"""The ``factorize`` command line: scan, shrink, sweep, compare, demo.

Output rules: tables (rich) and the report go to stdout; progress bars (tqdm) and warnings go to stderr, and
progress vanishes with ``--quiet``. With ``--json`` stdout holds exactly one JSON object and nothing else (on
failure too: ``{"error": ...}``). Exit codes: 0 done, 1 a requested check failed (``--max-drift``), 2 bad usage
or bad input -- one clear message on stderr, no traceback.
"""

from __future__ import annotations

import argparse
import contextlib
import csv
import io as _io
import json
import math
import os
import shutil
import sys
import tempfile
import warnings
from collections.abc import Callable, Sequence
from pathlib import Path
from typing import Any

from factorize.errors import DriftLimitExceeded, FactorizeError

PROG = "factorize"
DEFAULT_BUDGETS = (0.9, 0.75, 0.5, 0.3)
DEMO_BUDGETS = (0.3, 0.05)  # mild and strong, chosen from a measured sweep of the embedded default (docs/cli.md)
SCAN_ENERGY = 0.9  # scan suggests the smallest rank keeping this fraction of sum(s^2): relative weight error <= 0.32
OUTPUT_SUFFIX = ".factorized.safetensors"
SKETCH_LEVELS = " ▁▂▃▄▅▆▇█"  # spectrum sketch: one character per slice of the singular values, height = s / s_max
SKETCH_WIDTH = 12
PLOT_EXTRA = 'pip install "factorize[plot]"'


# ---------------------------------------------------------------------------------------------------------------
# entry point


def main(argv: Sequence[str] | None = None) -> int:
    """Run the command line; returns the exit code."""
    parser = build_parser()
    args = parser.parse_args(argv)
    if not getattr(args, "command", None):
        parser.print_help(sys.stderr)
        return 2
    ui = UI(json_mode=args.json, quiet=args.quiet)
    try:
        with ui.capture_stdout(), warnings.catch_warnings():
            warnings.showwarning = lambda message, *_a, **_k: ui.warn(str(message))  # one line, no source echo
            result = args.handler(args, ui)
    except DriftLimitExceeded as err:
        return ui.fail(str(err), 1)
    except FactorizeError as err:
        return ui.fail(str(err), 2, problems=err.problems, fix=err.fix)
    except (FileNotFoundError, PermissionError, IsADirectoryError, NotADirectoryError) as err:
        where = f"{err.filename}: " if err.filename else ""
        return ui.fail(f"{where}{err.strerror or err}", 2, fix="check the path and its permissions")
    except KeyboardInterrupt:
        ui.err.print("interrupted; nothing was written")
        return 130
    except Exception as err:
        from safetensors import SafetensorError

        if isinstance(err, SafetensorError):
            return ui.fail(f"not a valid safetensors file: {err}", 2, fix="copy or save the file again")
        raise
    return ui.finish(result)


class UI:
    """The one reporting layer: stdout console (or one JSON object), stderr console, progress on/off."""

    def __init__(self, *, json_mode: bool, quiet: bool) -> None:
        from rich.console import Console

        self.json_mode, self.quiet = json_mode, quiet
        self.stdout = sys.stdout
        self.out = Console(file=self.stdout, width=_width(self.stdout), highlight=False)
        self.err = Console(file=sys.stderr, stderr=True, highlight=False, width=_width(sys.stderr))
        self.exit_code = 0

    @property
    def progress(self) -> bool:
        return not self.quiet

    @contextlib.contextmanager
    def capture_stdout(self):
        """In --json mode anything a library prints goes to stderr, so stdout holds only our JSON object."""
        if not self.json_mode:
            yield
            return
        with contextlib.redirect_stdout(sys.stderr):
            yield

    def warn(self, text: str) -> None:
        self.err.print(f"[yellow]warning:[/] {text}", markup=True)

    def note(self, text: str) -> None:
        if not self.quiet:
            self.err.print(text, markup=False)

    def fail(self, message: str, code: int, *, problems: Sequence[str] = (), fix: str | None = None) -> int:
        from rich.text import Text

        prefix = "error: " if code == 2 else "check failed: "
        self.err.print(Text(prefix, style="bold red") + Text(message), soft_wrap=True)
        if self.json_mode:
            payload = {"error": message.splitlines()[0], "problems": list(problems), "fix": fix, "exit_code": code}
            self.stdout.write(json.dumps(payload) + "\n")
        return code

    def finish(self, result: dict | None) -> int:
        if self.json_mode and result is not None:
            self.stdout.write(json.dumps(_finite(result), allow_nan=False) + "\n")
        return self.exit_code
┄┄┄┄┄┄┄┄┄┄
Search the records for the word "SafetensorError", then list every line that has it.

**EXERCISE SOLUTION**
        from safetensors import SafetensorError
        if isinstance(err, SafetensorError):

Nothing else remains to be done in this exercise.